Yes. I will. Буду, блин, да.

Я вернулся из Лондона. Я влетел в страну после Беслана. Я беспомощно тыкал пульт телека, где не осталось ни одного драматического (dramatically) прямого эфира и ни одной из программ, что я любил, в начале года улетая. Я даже не про Парфенова или Шустера. Андрюшу Егоршева, растамана-нонконформиста, с его смешным обзором прессы на НТВ прикрыли тоже, после шуточки о Путине, сказав, что критиковать надо по существу, а не по личности.

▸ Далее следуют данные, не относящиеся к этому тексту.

import { describe, expect, it } from 'vitest';
import { demoScenario } from '../../../src/lib/scenario/defaults';
import { toTracePackage } from '../../../src/lib/scenario';
import { validateTracePackage } from '../../../src/lib/trace/package-spec';
import { libraryPhosphor, traceWhite, withPhosphor, gaussianRows } from '../../../src/lib/trace/white-light';
import { coefficientsFromParticles, SILICONE_DENSITY_G_PER_CM3 } from '../../../src/lib/trace/package-phosphor';

const pkg = toTracePackage(demoScenario());
const yellow = libraryPhosphor('garnet-yellow');
const white = (weightPercent: number, diameterUm = 12) =>
  withPhosphor(pkg, { kind: 'particles', phosphor: yellow, weightPercent, diameterUm }, [[450, 1]]);

describe('white package: bookkeeping and properties', () => {
  it('the ledger closes and the photon fractions add up; energy efficiency ≤ photon efficiency (conversion only lengthens λ; common practice)', () => {
    const rays = 10000;
    const { tally, summary } = traceWhite(white(10), rays, 3);
    const parts = Object.values(tally.parts).reduce((a, b) => a + b, 0);
    expect(parts).toBe(rays);
    expect(tally.parts['phosphor:encapsulant']).toBeGreaterThan(0);
    expect(summary.escapedBlue + summary.escapedConverted).toBeCloseTo(tally.escaped / rays, 12);
    expect(summary.energyEfficiency).toBeLessThanOrEqual(summary.photonEfficiency);
    expect(summary.meanEscapedNm!).toBeGreaterThan(summary.meanChipNm);
    for (const v of [summary.color!.x, summary.color!.y, summary.color!.sigma.x, summary.energyEfficiency, summary.deltaUvPrime!]) expect(Number.isFinite(v)).toBe(true);
  });

  it('CCT falls monotonically as the yellow phosphor load rises, with common random numbers (same seed) (property; common practice)', () => {
    const ccts = [8, 11, 15, 20].map((w) => traceWhite(white(w), 3000, 5).summary.color!.cctK!);
    for (let i = 1; i < ccts.length; i++) expect(ccts[i]).toBeLessThan(ccts[i - 1]);
  });

  it('over random loads and sizes: no NaN anywhere in the summary (property)', () => {
    let seed = 11;
    const rnd = () => ((seed = (seed * 1103515245 + 12345) % 2 ** 31) / 2 ** 31);
    for (let k = 0; k < 4; k++) {
      const s = traceWhite(white(0.5 + 25 * rnd(), 2 + 20 * rnd()), 600, k + 1).summary;
      const json = JSON.stringify(s);
      expect(json).not.toContain('NaN');
      expect(json).not.toContain('null,"y"');
    }
  });

  it('μs and μa scale linearly with the weight fraction at low load (independent scattering, Bohren & Huffman 1983 §3.4)', () => {
    const at = (w: number) => coefficientsFromParticles({ phosphor: yellow, weightFraction: w, size: { kind: 'single', diameterUm: 12 }, hostN: 1.41, hostDensityGPerCm3: SILICONE_DENSITY_G_PER_CM3 }, 450, 450);
    const [a, b] = [at(0.001)[0], at(0.002)[0]];
    expect(b[1] / a[1]).toBeCloseTo(2, 2);
    expect(b[2] / a[2]).toBeCloseTo(2, 2);
  });

  it('rejects a coefficient table with g outside (−1, 1), naming the field and range', () => {
    const bad = withPhosphor(pkg, { kind: 'table', coefficients: [[450, 1, 1, 1.2]], emission: gaussianRows(560, 100), quantumYield: 0.9 }, [[450, 1]]);
    expect(() => validateTracePackage(bad)).toThrow(/phosphor.coefficients row 1: g must lie in \(−1, 1\)/);
  });
});
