/**
 * The surface-of-revolution shape in the scene: a hemispherical dome given as a sampled profile traces like
 * the analytic spheroid cap (the same package, k = 4 standard errors of the difference), and a Lambertian
 * source's share within θ of the axis is sin² θ (Lambert's cosine law, common practice).
 */
import { describe, expect, it } from 'vitest';
import { compileScene } from '../../../src/lib/trace/compile-scene';
import { packageScene } from '../../../src/lib/trace/package-scene';
import type { SceneDescription } from '../../../src/lib/trace/scene';
import { createTally } from '../../../src/lib/trace/tally';
import { traceSceneChunk } from '../../../src/lib/trace/trace-chunk';
import type { TracePackage } from '../../../src/lib/trace/package-spec';

const pkg: TracePackage = {
  chip: { widthMm: 1, lengthMm: 1, heightMm: 0.15, n: 2.45, absorptionPerMm: 0.5, emission: 'plane' },
  base: { kind: 'reflectance', reflectance: 0.92 },
  encapsulant: { shape: 'dome', radiusMm: 2.5, heightMm: 2.5, n: 1.41, absorptionPerMm: 0 },
  outsideN: 1,
  polarization: 'average'
};

function trace(scene: SceneDescription, rays: number, seed: number) {
  const tally = createTally();
  const compiled = compileScene(scene);
  for (let i = 0; i * 16384 < rays; i++) traceSceneChunk(compiled, i, Math.min(16384, rays - i * 16384), seed, tally);
  return tally;
}

describe('revolution shape', () => {
  it('a dome as a sampled profile (400 segments) extracts like the analytic dome', () => {
    const scene = packageScene(pkg);
    const R = 2.5;
    const n = 401;
    const r = new Float64Array(n);
    const z = new Float64Array(n);
    // from the rim (R, 0) up to the pole (0, R): the outward normal is on the walking direction's right
    for (let i = 0; i < n; i++) {
      const phi = ((Math.PI / 2) * i) / (n - 1);
      r[i] = R * Math.cos(phi);
      z[i] = R * Math.sin(phi);
    }
    const sampled: SceneDescription = {
      ...scene,
      surfaces: scene.surfaces.map((s) => (s.name === 'dome' ? { ...s, shape: { kind: 'revolution' as const, r, z } } : s))
    };
    const rays = 60_000;
    const a = trace(scene, rays, 11);
    const b = trace(sampled, rays, 12);
    const pa = a.escaped / rays;
    const pb = b.escaped / rays;
    const sigma = Math.sqrt((pa * (1 - pa) + pb * (1 - pb)) / rays);
    expect(Math.abs(pa - pb)).toBeLessThan(4 * sigma);
    expect(b.geometryErrors).toBe(0);
    expect(b.parts['escaped:dome']).toBeGreaterThan(0);
  });

  it("a Lambertian source's share within 30° of the axis is sin² 30° = 1/4", () => {
    const scene: SceneDescription = {
      media: [{ name: 'outside', role: 'outside', n: 1, absorptionPerMm: 0 }],
      surfaces: [
        { name: 'board', shape: { kind: 'disc', at: 0, normalSign: 1, rInner: 0, rOuter: Infinity }, front: 'outside', behind: null, behaviour: { kind: 'absorber' } }
      ],
      outside: 'outside',
      emitter: { medium: 'outside', mode: 'lambertian', z: 0, source: { shape: 'disc', widthMm: 1, lengthMm: 1 }, surface: 'board' },
      polarization: 'average'
    };
    const rays = 40_000;
    const t = trace(scene, rays, 3);
    let within = 0;
    for (let i = 0; i < 30; i++) within += t.polarHistogram[i];
    const p = within / rays;
    expect(Math.abs(p - 0.25)).toBeLessThan(4 * Math.sqrt((0.25 * 0.75) / rays));
    expect(t.escaped).toBe(rays);
  });
});
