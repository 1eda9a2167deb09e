import { describe, expect, it } from 'vitest';
import { compileScene } from '../../../src/lib/trace/compile-scene';
import { traceSceneChunk } from '../../../src/lib/trace/trace-chunk';
import { createTally, type Tally } from '../../../src/lib/trace/tally';
import type { SceneDescription, ScenePhosphor, SceneSurface } from '../../../src/lib/trace/scene';
import { phosphorSummary } from '../../../src/lib/trace/phosphor-summary';

// Monte Carlo tolerances: k = 4 binomial standard errors, √(p(1 − p)/N).
const K = 4;
const tolerance = (p: number, n: number) => K * Math.sqrt((p * (1 - p)) / n);

const constant = (mus: number, mua: number, g: number, qy = 0): ScenePhosphor => ({
  coefficients: [[300, mus, mua, g], [900, mus, mua, g]],
  emission: [[550, 1]],
  quantumYield: qy
});

const fresnel = { kind: 'fresnel' } as const;

/** Faces of a small source box [−s, s]² × [z0, z1] in `around` (index-matched, so every face transmits). */
function sourceBox(s: number, z0: number, z1: number, around: (face: string) => string, bin: (face: string) => string): SceneSurface[] {
  const faces: [string, SceneSurface['shape']][] = [
    ['+x', { kind: 'rect', axis: 0, at: s, normalSign: 1, uMin: -s, uMax: s, vMin: z0, vMax: z1 }],
    ['-x', { kind: 'rect', axis: 0, at: -s, normalSign: -1, uMin: -s, uMax: s, vMin: z0, vMax: z1 }],
    ['+y', { kind: 'rect', axis: 1, at: s, normalSign: 1, uMin: -s, uMax: s, vMin: z0, vMax: z1 }],
    ['-y', { kind: 'rect', axis: 1, at: -s, normalSign: -1, uMin: -s, uMax: s, vMin: z0, vMax: z1 }],
    ['+z', { kind: 'rect', axis: 2, at: z1, normalSign: 1, uMin: -s, uMax: s, vMin: -s, vMax: s }],
    ['-z', { kind: 'rect', axis: 2, at: z0, normalSign: -1, uMin: -s, uMax: s, vMin: -s, vMax: s }]
  ];
  return faces.map(([f, shape]) => ({ name: `source ${f}`, shape, front: around(f), behind: 'source', behaviour: fresnel, escapedBin: bin(f) }));
}

const SOURCE_FACES: [string, string, string, string, string, string] = ['source +x', 'source -x', 'source +y', 'source -y', 'source +z', 'source -z'];

/**
 * A very wide (±A), very thick (Z) index-matched slab, lit at the middle of its top face from a thin
 * source box sitting on it. Reflection = escapes through the top (source faces and the top around it).
 */
function slabScene(direction: 'down' | 'lambertian-down', phosphor: ScenePhosphor): SceneDescription {
  const A = 60;
  const Z = 60;
  const s = 0.5;
  const top = (uMin: number, uMax: number, vMin: number, vMax: number, name: string): SceneSurface => ({
    name, shape: { kind: 'rect', axis: 2, at: Z, normalSign: 1, uMin, uMax, vMin, vMax }, front: 'outside', behind: 'slab', behaviour: fresnel, escapedBin: 'top'
  });
  const side = (axis: 0 | 1 | 2, at: number, sign: 1 | -1, name: string): SceneSurface => ({
    name,
    shape: axis === 2
      ? { kind: 'rect', axis, at, normalSign: sign, uMin: -A, uMax: A, vMin: -A, vMax: A }
      : { kind: 'rect', axis, at, normalSign: sign, uMin: -A, uMax: A, vMin: 0, vMax: Z },
    front: 'outside', behind: 'slab', behaviour: fresnel, escapedBin: 'through'
  });
  return {
    media: [
      { name: 'source', role: 'chip', n: 1, absorptionPerMm: 0, box: { a: s, b: s, z0: Z, z1: Z + 0.01, faces: SOURCE_FACES } },
      { name: 'slab', role: 'encapsulant', n: 1, absorptionPerMm: 0, phosphor },
      { name: 'outside', role: 'outside', n: 1, absorptionPerMm: 0 }
    ],
    surfaces: [
      ...sourceBox(s, Z, Z + 0.01, (f) => (f === '-z' ? 'slab' : 'outside'), () => 'top'),
      top(-A, -s, -A, A, 'top 1'), top(s, A, -A, A, 'top 2'), top(-s, s, s, A, 'top 3'), top(-s, s, -A, -s, 'top 4'),
      side(0, A, 1, '+x'), side(0, -A, -1, '-x'), side(1, A, 1, '+y'), side(1, -A, -1, '-y'), side(2, 0, -1, 'bottom')
    ],
    outside: 'outside',
    emitter: { medium: 'source', mode: 'plane', z: Z + 0.005, direction },
    polarization: 'average',
    chipSpectrum: [[450, 1]]
  };
}

/** A hemisphere of radius R (index-matched) on a base of the given behaviour, a tiny isotropic source at its centre. */
function domeScene(R: number, base: SceneSurface['behaviour'], phosphor: ScenePhosphor): SceneDescription {
  const s = 0.001;
  return {
    media: [
      { name: 'source', role: 'chip', n: 1, absorptionPerMm: 0, box: { a: s, b: s, z0: s, z1: 3 * s, faces: SOURCE_FACES } },
      { name: 'dome', role: 'encapsulant', n: 1, absorptionPerMm: 0, phosphor },
      { name: 'outside', role: 'outside', n: 1, absorptionPerMm: 0 }
    ],
    surfaces: [
      ...sourceBox(s, s, 3 * s, () => 'dome', () => 'source'),
      { name: 'base', shape: { kind: 'disc', at: 0, normalSign: 1, rInner: 0, rOuter: R }, front: 'dome', behind: null, behaviour: base },
      { name: 'dome', shape: { kind: 'spheroid-cap', radius: R, height: R, zCentre: 0 }, front: 'outside', behind: 'dome', behaviour: fresnel }
    ],
    outside: 'outside',
    emitter: { medium: 'source', mode: 'volume', z: 2 * s },
    polarization: 'average',
    chipSpectrum: [[450, 1]]
  };
}

function trace(scene: SceneDescription, rays: number, seed = 7, maxEvents = 100000): Tally {
  const compiled = compileScene(scene);
  const tally = createTally();
  const chunks = 4;
  for (let c = 0; c < chunks; c++) traceSceneChunk(compiled, c, rays / chunks, seed, tally, maxEvents);
  return tally;
}

const sumParts = (t: Tally) => Object.values(t.parts).reduce((a, b) => a + b, 0);

describe('phosphor transport against radiative-transfer references', () => {
  // Semi-infinite, index-matched, isotropic scattering, single-scattering albedo 0.8: diffuse reflectance
  // 0.28525 for a normally incident collimated beam and 0.34187 for diffuse incidence — adding-doubling
  // reference values (H. C. van de Hulst, Multiple Light Scattering, Academic Press 1980, tables for
  // isotropic scattering; S. A. Prahl, adding-doubling tables). μt = 1/mm; the slab is 60 mean free paths
  // thick and ±60 wide (transmission and side loss below 1e−6 at this albedo).
  const slab = constant(0.8, 0.2, 0);
  it.each([
    ['collimated normal incidence', 'down' as const, 0.28525],
    ['diffuse incidence', 'lambertian-down' as const, 0.34187]
  ])('reflects the reference fraction for %s (k = 4)', (_, direction, expected) => {
    const rays = 20000;
    const t = trace(slabScene(direction, slab), rays);
    expect(sumParts(t)).toBe(rays);
    const reflected = t.parts['escaped:top'] / rays;
    expect(Math.abs(reflected - expected)).toBeLessThan(tolerance(expected, rays));
    expect(t.parts['phosphor:slab']).toBe(rays - t.parts['escaped:top'] - (t.parts['escaped:through'] ?? 0));
  });

  it('a pure absorber around a centred source: the upward half escapes with exp(−μa·R) (Beer–Lambert, closed form; k = 4)', () => {
    const rays = 20000;
    const R = 1;
    const mua = 0.7;
    const t = trace(domeScene(R, { kind: 'absorber' }, constant(0, mua, 0)), rays);
    const expected = 0.5 * Math.exp(-mua * R);
    expect(Math.abs(t.escaped / rays - expected)).toBeLessThan(tolerance(expected, rays));
    expect(t.spectral?.scatterEvents).toBe(0);
  });

  it('a pure scatterer in an index-matched dome on a perfect mirror: everything escapes (energy conservation, common practice)', () => {
    const rays = 4000;
    const t = trace(domeScene(1, { kind: 'mirror', mirror: { kind: 'reflectance', reflectance: 1 } }, constant(5, 0, 0.6)), rays);
    expect(t.escaped).toBe(rays);
    expect(t.lost).toBe(0);
    const s = phosphorSummary(t)!;
    expect(s.scatterEventsPerRay).toBeGreaterThan(3);
    expect(s.escapedBlue).toBe(1);
    expect(s.energyEfficiency).toBeCloseTo(1, 12);
  });

  it('conversion with QY = 1 and no scattering: every absorbed photon comes out converted, energy ≤ photons by the Stokes factor 450/550 (common practice)', () => {
    const rays = 4000;
    const t = trace(domeScene(1, { kind: 'mirror', mirror: { kind: 'reflectance', reflectance: 1 } }, constant(0, 3, 0, 1)), rays);
    const s = phosphorSummary(t)!;
    expect(t.escaped).toBe(rays);
    expect(s.escapedBlue + s.escapedConverted).toBeCloseTo(1, 12);
    // energy efficiency = blue share + converted share × 450/550 exactly (line emissions)
    expect(s.energyEfficiency).toBeCloseTo(s.escapedBlue + (s.escapedConverted * 450) / 550, 10);
    expect(s.energyEfficiency).toBeLessThan(s.photonEfficiency);
  });
});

Меня, собственно, это все не пугало.

Испытав в нежном возрасте отчаяние после прихода Андропова, когда хватали на улицах за праздность в рабочее время, пережив это продление срока в тюрьме, очень хорошо понимаешь, что такое ноль, пустота, точка отсчета в тупой империи. Глотая смешки стариков, что это - не ноль, а даже подъем. И мой мудрый приятель поэт Толик, передавая Солженицина, завернутого в петров-водкинскую селедочную газетку, говорил: «Имей в виду: прежде чем вступить в борьбу, можно быть отлученным от борьбы».

Диалектика, развитие по спирали.

Наваляв синяков, научившись лечить шишки на лбу фигами в кармане, ты понимаешь, что лишь лавирование позволяет идти против ветра, несмотря на который, мужчина должен делать простые мужские вещи, о которых все знают: строить дома, сажать сады, защищать семью.

То есть превращаться, шаг за шагом, в sugar dad, «сахарного папочку», папика, для которого вторичные признаки пола - первичны. Потому что дома, сады, карьеры, классный секс, дети, счета, машины не могут быть первичны. Ибо единственный и главный признак мужчины - передача себя вперед по времени, бегство от энтропии. В спокойные времена ты передаешь себя через семя, через семью, через слова и дела (и материальный успех здесь - лучший индикатор). Но что же, спасать BMW, когда к подруге лезет подонок? А если друзья обчитались «Тараканищем» - валить в «Единую Россию»? И если самарский губер завидует Монике Левински - что, становиться в очередь к гаранту? В скромном платье из черного ситца?

Ребята, меня полгода не было среди вас. Вы мне теперь говорите, что вертикаль укрепилась и что правят бал из-за «стенки» (для простодушных: кремлевская стена). Вы приводите в пример Шустера, который после похорон «Свободы слова» остался на НТВ, дабы не быть отлученным. Вы сочувствуете, узнав, что из моей статьи, написанной для политического журнала, сняли абзац о том, что если после Беслана общество не задается вопросом об эффективности работы Путина, это значит, что оно боится Путина больше, чем террористов.

Но я не знаю имен живущих за стенкой - или орущих из-за нее. Я вижу страх в конкретных людях, среди которых много мне близких. Я не знаю, кто составлял списков разрешенных и запрещенных ньюсмейкеров - но знаю имена коллег, у которых они есть. Мои тексты, кстати, цензурировали тоже не безымянные Медведев и не Сурков. И вот мы смеемся, говорим о том, что во всяком безобразии следует соблюдать приличия, но на прощание я ловлю мимолетный взгляд: понял ли я, что плетью обуха? Знаю ли, что лишь дебилы идут в отлученцы?